I'm not an expert, but I remember seeing सहस्र _sahasra_ being used before in certain contexts in Hindi articles. If I'm not mistaken, it is the Sanskrit word for thousand.


----------



## Qureshpor

flyinfishjoe said:


> I'm not an expert, but I remember seeing सहस्र _sahasra_ being used before in certain contexts in Hindi articles. If I'm not mistaken, it is the Sanskrit word for thousand.



*Many thanks! Once again, is "sahasara"used in everyday speech and writing?*


----------



## flyinfishjoe

No, it's never used in speech and very rarely in writing. I think it is used in certain Hindu religious contexts and some poetry.


----------



## Faylasoof

flyinfishjoe said:


> I'm not an expert, but I remember seeing सहस्र _sahasra_ being used before in certain contexts in Hindi articles. If I'm not mistaken, it is the Sanskrit word for thousand.

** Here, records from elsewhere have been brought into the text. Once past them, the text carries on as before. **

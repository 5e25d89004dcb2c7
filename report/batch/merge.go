package batch

import (
	"bufio"
	"bytes"
	"context"
	"encoding/json"
	"errors"
	"fmt"
	"io"
	"io/fs"
	"os"
	"path/filepath"
	"slices"
	"strconv"

	"shearbook/profile"
	"shearbook/vs30/siteclass"
)

// Merge joins the folders of all shards of a batch into one: the same bytes as a
// run in one piece gives. Of the job it takes Out, Derive, and Codes where the
// shards used tables of a jurisdiction's own; the rest is what the shards were
// made with; Job.Tables must be among theirs. The shards stay as they are.
func Merge(ctx context.Context, dirs []string, job Job) (Outcome, error) {
	shards, err := openShards(dirs)
	defer func() {
		for _, s := range shards {
			s.close()
		}
	}()
	if err != nil {
		return Outcome{}, err
	}
	for _, table := range job.Tables {
		if !slices.Contains(shards[0].Tables, table) {
			return Outcome{}, &conflict{"the shards were not made with a table that is given", "give the tables that the shards were made with, as they were"}
		}
	}
	if err := ours(job.Out); err != nil {
		return Outcome{}, err
	}
	release, err := lockOut(job.Out)
	if err != nil {
		return Outcome{}, err
	}
	defer release()
	dir := unfinished(job.Out)
	if _, err := os.Stat(filepath.Join(dir, journalName)); err == nil {
		return Outcome{}, &conflict{fmt.Sprintf("%s holds an unfinished batch", job.Out), "choose another folder with --out, or remove " + dir}
	}
	if err := errors.Join(os.RemoveAll(dir), os.MkdirAll(dir, 0o777)); err != nil {
		return Outcome{}, notMerged(job.Out, err)
	}
	outcome, err := mergeInto(ctx, dir, shards)
	if err == nil && ctx.Err() != nil {
		err = ctx.Err()
	}
	if err == nil {
		err = deriveMerged(dir, shards[0], &job)
	}
	if err != nil {
		os.RemoveAll(dir)
		return outcome, err
	}
	outcome.Out = job.Out
	outcome.sort(&job)
	if err := declare(job.Out, whole{Job: shards[0].Job, Outcome: outcome}); err != nil {
		return outcome, notMerged(job.Out, err)
	}
	return outcome, install(job.Out, declared(job.Out))
}

func notMerged(out string, err error) error {
	return &conflict{fmt.Sprintf("the shards cannot be joined in %s: %v", out, profile.FileError(err)), "make room or mend the folder, and merge again"}
}

// shardReader reads the tables of a shard.
type shardReader struct {
	shardOf
	dir             string
	files           [2]*os.File
	summary, faults *bufio.Reader
	run, left       int // of Rows: the one in hand, and how many of its units are left
}

func (s *shardReader) close() {
	for _, f := range s.files {
		if f != nil {
			_ = f.Close() // opened for reading
		}
	}
}

// openShards opens the folders, in the order of the shards, and checks that they
// are the parts of one batch.
func openShards(dirs []string) ([]*shardReader, error) {
	var all []*shardReader
	var sorted []*shardReader
	for _, dir := range dirs {
		s, err := openShard(dir)
		if s != nil {
			all = append(all, s)
		}
		if err != nil {
			return all, err
		}
		if sorted == nil {
			sorted = make([]*shardReader, s.Shard.N)
		}
		first := all[0]
		switch {
		case s.Job != first.Job || s.Shard.N != first.Shard.N || s.All != first.All:
			return all, &conflict{fmt.Sprintf("%s and %s are not parts of one batch: their inputs or options differ", first.dir, dir), "merge the shards of one batch"}
		case sorted[s.Shard.I-1] != nil:
			return all, &conflict{fmt.Sprintf("%s and %s are the same shard, %d of %d", sorted[s.Shard.I-1].dir, dir, s.Shard.I, s.Shard.N), "name each once"}
		}
		if err := sameFile(filepath.Join(first.dir, Sources), filepath.Join(dir, Sources)); err != nil {
			return all, err
		}
		sorted[s.Shard.I-1] = s
	}
	for i, s := range sorted {
		if s == nil {
			return all, &conflict{fmt.Sprintf("shard %d of %d is missing", i+1, len(sorted)), "name the folders of all shards"}
		}
	}
	return sorted, nil
}

func openShard(dir string) (*shardReader, error) {
	text, err := os.ReadFile(filepath.Join(dir, ShardFile))
	s := &shardReader{dir: dir}
	if err == nil {
		err = json.Unmarshal(text, &s.shardOf)
	}
	if err != nil || s.Shard.I < 1 || s.Shard.I > s.Shard.N || s.Shard.N > 1_000_000 {
		return nil, &conflict{fmt.Sprintf("%s is not the folder of a finished shard", dir), "give the folders that runs with --shard wrote"}
	}
	for i, name := range []string{Summary, FaultsIn} {
		if s.files[i], err = os.Open(filepath.Join(dir, name)); err != nil {
			return s, &conflict{fmt.Sprintf("%s cannot be read: %v", filepath.Join(dir, name), profile.FileError(err)), ""}
		}
	}
	s.summary, s.faults = bufio.NewReader(s.files[0]), bufio.NewReader(s.files[1])
	for _, in := range []*bufio.Reader{s.summary, s.faults} {
		if _, err := record(in, nil); err != nil { // the header
			return s, s.broken(err)
		}
	}
	return s, nil
}

func (s *shardReader) broken(err error) error {
	return &conflict{fmt.Sprintf("the tables of %s do not agree with its %s: %v", s.dir, ShardFile, err), "run the shard again"}
}

// sameFile is an error where the shards did not read the same files.
func sameFile(a, b string) error {
	x, err1 := os.ReadFile(a)
	y, err2 := os.ReadFile(b)
	if err := errors.Join(err1, err2); err != nil {
		return &conflict{fmt.Sprintf("the sources cannot be read: %v", profile.FileError(err)), ""}
	}
	if !bytes.Equal(x, y) {
		return &conflict{fmt.Sprintf("%s and %s differ: the shards did not read the same files", a, b), "run the shards on the same input"}
	}
	return nil
}

// mergeInto joins the tables and the reports.
func mergeInto(ctx context.Context, dir string, shards []*shardReader) (Outcome, error) {
	var outcome Outcome
	for _, s := range shards {
		outcome.join(&s.Tally)
		outcome.Reports += s.Reports
		if err := copyTree(filepath.Join(s.dir, Reports), filepath.Join(dir, Reports)); err != nil {
			return outcome, notMerged(dir, err)
		}
	}
	if err := copyFile(filepath.Join(shards[0].dir, Sources), filepath.Join(dir, Sources)); err != nil {
		return outcome, notMerged(dir, err)
	}
	var out [2]*bufio.Writer
	var files [2]*os.File
	for i, f := range []struct {
		name    string
		columns []Column
	}{{Summary, Columns}, {FaultsIn, FaultColumns}} {
		var err error
		if files[i], err = os.Create(filepath.Join(dir, f.name)); err != nil {
			return outcome, notMerged(dir, err)
		}
		defer files[i].Close()
		out[i] = bufio.NewWriterSize(files[i], 256<<10)
		out[i].Write(header(f.columns)) // its error is kept for Flush
	}
	for i := range shards[0].All {
		if i%1024 == 0 && ctx.Err() != nil {
			return outcome, nil
		}
		if err := shards[i%len(shards)].copyUnit(out[0], out[1]); err != nil {
			return outcome, err
		}
	}
	for _, s := range shards {
		if _, err := s.summary.ReadByte(); err != io.EOF {
			return outcome, s.broken(errors.New("there are more rows than units"))
		}
	}
	if err := errors.Join(out[0].Flush(), out[1].Flush()); err != nil {
		return outcome, notMerged(dir, err)
	}
	return outcome, nil
}

// copyUnit copies the rows of the next unit.
func (s *shardReader) copyUnit(summary, faults *bufio.Writer) error {
	for s.left == 0 {
		if s.run += 2; s.run > len(s.Rows) {
			return s.broken(io.ErrUnexpectedEOF)
		}
		s.left = s.Rows[s.run-2]
	}
	s.left--
	for range s.Rows[s.run-1] {
		row, err := record(s.summary, nil)
		if err != nil {
			return s.broken(err)
		}
		summary.Write(row) // its error is kept for Flush
		n, err := beside(row)
		if err != nil {
			return s.broken(err)
		}
		for range n {
			fault, err := record(s.faults, nil)
			if err != nil {
				return s.broken(err)
			}
			faults.Write(fault) // its error is kept for Flush
		}
	}
	return nil
}

// beside returns how many rows of faults.csv belong to a row of summary.csv.
func beside(row []byte) (int, error) {
	const notes, faults = 16, 17 // of Columns
	n, column, inside := 0, 0, false
	from := 0
	for i, b := range row {
		switch {
		case b == '"':
			inside = !inside
		case b == ',' && !inside:
			if column == notes || column == faults {
				k, err := strconv.Atoi(string(row[from:i]))
				if err != nil {
					return 0, err
				}
				n += k
			}
			column, from = column+1, i+1
		}
	}
	return n, nil
}

// record reads a record, which ends with a line outside quotes.
func record(in *bufio.Reader, b []byte) ([]byte, error) {
	for {
		line, err := in.ReadSlice('\n')
		b = append(b, line...)
		switch {
		case err == bufio.ErrBufferFull:
			continue
		case err != nil && len(b) > 0 && err == io.EOF:
			return nil, io.ErrUnexpectedEOF
		case err != nil:
			return nil, err
		}
		if bytes.Count(b, []byte{'"'})%2 == 0 {
			return b, nil
		}
	}
}

// copyTree puts the files of a folder into another, as links where the file
// system has them. A folder that is not there is empty.
func copyTree(from, to string) error {
	if _, err := os.Stat(from); errors.Is(err, fs.ErrNotExist) {
		return nil
	}
	return filepath.WalkDir(from, func(path string, e fs.DirEntry, err error) error {
		if err != nil {
			return err
		}
		rest, err := filepath.Rel(from, path)
		if err != nil {
			return err
		}
		target := filepath.Join(to, rest)
		if e.IsDir() {
			return os.MkdirAll(target, 0o777)
		}
		if os.Link(path, target) == nil {
			return nil
		}
		return copyFile(path, target)
	})
}

func copyFile(from, to string) error {
	in, err := os.Open(from)
	if err != nil {
		return err
	}
	defer in.Close() // opened for reading
	out, err := os.Create(to)
	if err != nil {
		return err
	}
	_, err = io.Copy(out, in)
	return errors.Join(err, out.Close())
}

// deriveMerged makes what is derived, as the run in one piece would have.
func deriveMerged(dir string, s *shardReader, job *Job) error {
	own := job.Codes
	job.Codes = nil
	for _, id := range s.Codes {
		var code *siteclass.Code
		for _, c := range own {
			if c.ID == id {
				code = c
			}
		}
		if code == nil {
			code, _ = siteclass.Find(id) // one of a file that was not given is told without its table
		}
		if code != nil {
			job.Codes = append(job.Codes, code)
		}
	}
	opt, wanted := s.Pages, &job.Derive
	opt.Codes, opt.Version, opt.Template = job.Codes, wanted.Version, wanted.Template
	opt.GeoJSON, opt.JSON, opt.XLSX, opt.Report = wanted.GeoJSON, wanted.JSON, wanted.XLSX, wanted.Report
	if err := Derive(dir, opt); err != nil {
		return fmt.Errorf("the shards are joined, but not what is made from them: %w", err)
	}
	return nil
}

 Isn't it *सहस्त्र *_*sahastra*_ in Shuddh Hindi? Or are both *सहस्र sahasra *and *सहस्त्र sahastra* used? Not in common, everyday Hindi as you say. In Sanskrit it is  *साहस्र saahasra*.


----------



## greatbear

Yes, it is "sahastra" in shuddh Hindi, and is quite well understood: of course, usage of "hazaar" is much more common in day-to-day life ("sahastra" is seen as more literary). There are also place names like "Sahastra Dhaara" (lit. "thousand springs"), which keep the word always fresh in people's minds, hence it's unlikely to be forgotten soon.


----------



## Faylasoof

greatbear said:


> Yes, it is "sahastra" in shuddh Hindi, and is quite well understood: of course, usage of "hazaar" is much more common in day-to-day life ("sahastra" is seen as more literary). There are also place names like "Sahastra Dhaara" (lit. "thousand springs"), which keep the word always fresh in people's minds, hence it's unlikely to be forgotten soon.



Thanks!


----------



## flyinfishjoe

Ah yes, you're right. It seems that I misspelled it.


----------



## Faylasoof

flyinfishjoe said:


> Ah yes, you're right. It seems that I misspelled it.

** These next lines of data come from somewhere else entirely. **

"""The yardstick: the method that people use today, for every figure to stand beside.

Per scan: the mean of the points below the edge, a straight line through the first five rising
points, the crossing of the two. Then ordinary least squares of the wavelengths on 1/U, the
slope's standard error quoted as the uncertainty (common practice, no source).

It is given what the bench often lacks: the true zero of the goniometer and the crystal's stated
spacing.
"""

from __future__ import annotations

import math
from dataclasses import dataclass

import numpy as np
from scipy.stats import t as student

RISING_POINTS = 5
BACKGROUND_POINTS = 10
START_POINTS = 4

# e/c in the units of a slope in pm kV; h = (e/c) lambda U.
ELEMENTARY_CHARGE_C = 1.602176634e-19
SPEED_OF_LIGHT_M_PER_S = 299792458.0
PLANCK_PER_SLOPE = ELEMENTARY_CHARGE_C / SPEED_OF_LIGHT_M_PER_S * 1e-9


@dataclass(frozen=True)
class Reading:
    """h by the yardstick: value, quoted standard error and 95 % interval, J s."""

    value_J_s: float
    standard_error_J_s: float
    interval_95_J_s: tuple[float, float]


def onset(counts: np.ndarray) -> int | None:
    """Index of the first rising point: three in a row well above the mean of those before."""
    for index in range(START_POINTS, counts.size - RISING_POINTS):
        before = counts[max(0, index - BACKGROUND_POINTS) : index]
        mean = float(before.mean())
        limit = mean + 4.0 * math.sqrt(max(mean, 1.0))
        following = counts[index : index + 3]
        if (following > limit).all() and following[2] > following[0]:
            return index
    return None


def cutoff_reading(reading_deg: np.ndarray, counts: np.ndarray) -> float:
    """Crossing of the line through five rising points with the background; nan if none."""
    counts = np.asarray(counts, dtype=float)
    first = onset(counts)
    if first is None:
        return math.nan
    background = float(counts[max(0, first - BACKGROUND_POINTS) : first].mean())
    rising = slice(first, first + RISING_POINTS)
    slope, level = np.polyfit(reading_deg[rising], counts[rising], 1)
    return float((background - level) / slope) if slope > 0 else math.nan


def planck_value(wavelength_pm: np.ndarray, voltage_kV: np.ndarray) -> Reading | None:
    """Ordinary least squares of wavelength on inverse voltage; None with fewer than three."""
    usable = np.isfinite(wavelength_pm)
    x, y = 1.0 / voltage_kV[usable], wavelength_pm[usable]
    if x.size < 3 or np.ptp(x) == 0.0:
        return None
    centred = x - x.mean()
    slope = float(centred @ y / (centred @ centred))
    residual = y - y.mean() - slope * centred
    error = math.sqrt(float(residual @ residual) / (x.size - 2) / float(centred @ centred))
    value, half = slope * PLANCK_PER_SLOPE, error * PLANCK_PER_SLOPE
    reach = float(student.ppf(0.975, x.size - 2)) * half
    return Reading(value, half, (value - reach, value + reach))


def through_origin(wavelength_pm: np.ndarray, voltage_kV: np.ndarray) -> float:
    """h from the line through the origin, J s: kinder to the method than the free line."""
    usable = np.isfinite(wavelength_pm)
    x, y = 1.0 / voltage_kV[usable], wavelength_pm[usable]
    return float(x @ y / (x @ x)) * PLANCK_PER_SLOPE if x.size else math.nan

That's OK! We are, after all, only human! Yours was close rather to the Sanskrit version!


----------



## Wolverine9

In Sanskrit it is *सहस्र *(*साहस्र *is a derivative form).

Both *सहस्त्र *and *सहस्र *seem to be current in Hindi.  Does anyone know the reason why this is the case?  Only *सहस्र *should be correct.  Which is the more common pronunciation?

To answer the question in the opening post, _sahas _is one of the NIA forms of _sahasra _and is occasionally still used in Hindi.


----------



## littlepond

^ From my experience, *सहस्त्र *is the more common pronunciation.


----------



## Qureshpor

Thank you everybody for your kind input. The reason I asked the question is this. As a school boy I remember using words for units, tens, hundreds in the following way.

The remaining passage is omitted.